Stored data entries
---*---

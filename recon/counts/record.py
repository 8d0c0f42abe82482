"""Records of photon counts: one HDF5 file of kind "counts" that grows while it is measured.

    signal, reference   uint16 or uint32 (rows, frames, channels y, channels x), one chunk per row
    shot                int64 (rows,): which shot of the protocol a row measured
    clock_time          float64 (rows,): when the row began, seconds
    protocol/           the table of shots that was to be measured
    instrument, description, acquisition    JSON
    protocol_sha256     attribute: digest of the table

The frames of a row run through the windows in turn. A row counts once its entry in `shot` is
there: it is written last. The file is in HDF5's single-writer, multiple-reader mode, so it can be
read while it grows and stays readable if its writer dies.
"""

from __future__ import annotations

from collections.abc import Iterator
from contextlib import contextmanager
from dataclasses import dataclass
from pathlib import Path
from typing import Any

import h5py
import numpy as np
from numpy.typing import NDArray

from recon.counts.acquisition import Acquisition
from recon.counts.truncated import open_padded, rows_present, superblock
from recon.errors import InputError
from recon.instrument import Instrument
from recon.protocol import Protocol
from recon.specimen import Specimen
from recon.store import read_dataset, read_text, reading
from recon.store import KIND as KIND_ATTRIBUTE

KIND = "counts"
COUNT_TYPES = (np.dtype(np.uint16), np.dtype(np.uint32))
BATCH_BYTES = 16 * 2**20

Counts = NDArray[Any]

---*---

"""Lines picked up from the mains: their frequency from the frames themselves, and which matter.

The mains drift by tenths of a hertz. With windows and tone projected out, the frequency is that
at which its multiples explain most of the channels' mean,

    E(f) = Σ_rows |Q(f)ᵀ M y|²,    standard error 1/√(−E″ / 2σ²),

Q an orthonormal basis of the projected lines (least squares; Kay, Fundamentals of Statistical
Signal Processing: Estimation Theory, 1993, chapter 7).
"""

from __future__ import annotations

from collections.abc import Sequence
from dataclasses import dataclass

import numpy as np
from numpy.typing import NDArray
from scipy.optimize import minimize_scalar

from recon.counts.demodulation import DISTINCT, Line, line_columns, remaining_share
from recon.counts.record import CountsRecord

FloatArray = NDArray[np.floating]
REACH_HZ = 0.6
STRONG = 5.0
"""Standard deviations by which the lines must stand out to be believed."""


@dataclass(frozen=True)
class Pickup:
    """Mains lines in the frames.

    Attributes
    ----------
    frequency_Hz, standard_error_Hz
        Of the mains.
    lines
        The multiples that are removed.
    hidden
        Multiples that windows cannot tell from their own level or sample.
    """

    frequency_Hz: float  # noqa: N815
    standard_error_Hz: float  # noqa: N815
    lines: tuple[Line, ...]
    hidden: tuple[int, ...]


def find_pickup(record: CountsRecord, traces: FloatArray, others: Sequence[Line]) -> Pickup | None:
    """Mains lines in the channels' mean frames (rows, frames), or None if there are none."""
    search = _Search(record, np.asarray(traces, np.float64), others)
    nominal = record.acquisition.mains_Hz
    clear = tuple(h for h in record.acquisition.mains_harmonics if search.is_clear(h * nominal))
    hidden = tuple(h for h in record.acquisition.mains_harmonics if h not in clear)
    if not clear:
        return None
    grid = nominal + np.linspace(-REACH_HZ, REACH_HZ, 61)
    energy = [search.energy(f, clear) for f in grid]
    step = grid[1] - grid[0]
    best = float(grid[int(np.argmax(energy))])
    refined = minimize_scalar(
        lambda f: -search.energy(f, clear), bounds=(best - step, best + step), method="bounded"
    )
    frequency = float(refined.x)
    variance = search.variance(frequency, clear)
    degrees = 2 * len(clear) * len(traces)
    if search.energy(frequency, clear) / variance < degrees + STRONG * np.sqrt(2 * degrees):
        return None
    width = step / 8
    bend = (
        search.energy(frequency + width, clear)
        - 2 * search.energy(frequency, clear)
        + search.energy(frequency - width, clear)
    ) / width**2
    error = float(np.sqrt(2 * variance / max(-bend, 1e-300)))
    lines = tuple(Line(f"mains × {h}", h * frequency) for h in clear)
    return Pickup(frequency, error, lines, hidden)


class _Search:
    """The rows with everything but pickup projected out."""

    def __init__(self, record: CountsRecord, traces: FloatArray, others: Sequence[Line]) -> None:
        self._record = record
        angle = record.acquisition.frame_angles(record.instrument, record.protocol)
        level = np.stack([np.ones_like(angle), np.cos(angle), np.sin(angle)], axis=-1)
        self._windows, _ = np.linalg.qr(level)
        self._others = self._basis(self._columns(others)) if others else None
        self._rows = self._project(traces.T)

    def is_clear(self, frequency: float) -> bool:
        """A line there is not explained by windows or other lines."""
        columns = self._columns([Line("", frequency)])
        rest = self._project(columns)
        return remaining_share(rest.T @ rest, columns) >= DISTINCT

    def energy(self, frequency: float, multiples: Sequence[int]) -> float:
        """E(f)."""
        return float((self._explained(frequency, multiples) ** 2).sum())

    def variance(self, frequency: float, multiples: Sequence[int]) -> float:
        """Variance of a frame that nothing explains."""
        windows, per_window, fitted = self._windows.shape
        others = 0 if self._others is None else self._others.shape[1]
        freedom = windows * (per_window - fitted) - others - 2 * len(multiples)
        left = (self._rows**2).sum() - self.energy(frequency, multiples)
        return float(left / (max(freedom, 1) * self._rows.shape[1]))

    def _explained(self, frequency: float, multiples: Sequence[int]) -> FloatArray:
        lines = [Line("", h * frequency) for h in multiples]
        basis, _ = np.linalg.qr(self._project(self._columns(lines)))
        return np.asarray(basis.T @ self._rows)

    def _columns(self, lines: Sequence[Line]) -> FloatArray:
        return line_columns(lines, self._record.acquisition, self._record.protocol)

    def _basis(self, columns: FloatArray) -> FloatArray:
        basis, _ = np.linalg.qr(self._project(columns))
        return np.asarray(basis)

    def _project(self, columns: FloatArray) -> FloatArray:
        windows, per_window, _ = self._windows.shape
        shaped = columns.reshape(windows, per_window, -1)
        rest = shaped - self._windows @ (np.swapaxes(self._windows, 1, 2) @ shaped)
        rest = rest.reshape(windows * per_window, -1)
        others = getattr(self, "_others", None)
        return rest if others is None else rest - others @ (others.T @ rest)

---*---

• _The task_
Could you reproduce exactly the lines of the entries above, from the one with "filename recon/counts/record.py" through the one with "from recon.store import read_dataset, read_text, reading", and nothing else?

• _Finished task_
filename recon/counts/record.py
repository 8d0c0f42abe82482
"""Records of photon counts: one HDF5 file of kind "counts" that grows while it is measured.

    signal, reference   uint16 or uint32 (rows, frames, channels y, channels x), one chunk per row
    shot                int64 (rows,): which shot of the protocol a row measured
    clock_time          float64 (rows,): when the row began, seconds
    protocol/           the table of shots that was to be measured
    instrument, description, acquisition    JSON
    protocol_sha256     attribute: digest of the table

The frames of a row run through the windows in turn. A row counts once its entry in `shot` is
there: it is written last. The file is in HDF5's single-writer, multiple-reader mode, so it can be
read while it grows and stays readable if its writer dies.
"""

from __future__ import annotations

from collections.abc import Iterator
from contextlib import contextmanager
from dataclasses import dataclass
from pathlib import Path
from typing import Any

import h5py
import numpy as np
from numpy.typing import NDArray

from recon.counts.acquisition import Acquisition
from recon.counts.truncated import open_padded, rows_present, superblock
from recon.errors import InputError
from recon.instrument import Instrument
from recon.protocol import Protocol
from recon.specimen import Specimen
from recon.store import read_dataset, read_text, reading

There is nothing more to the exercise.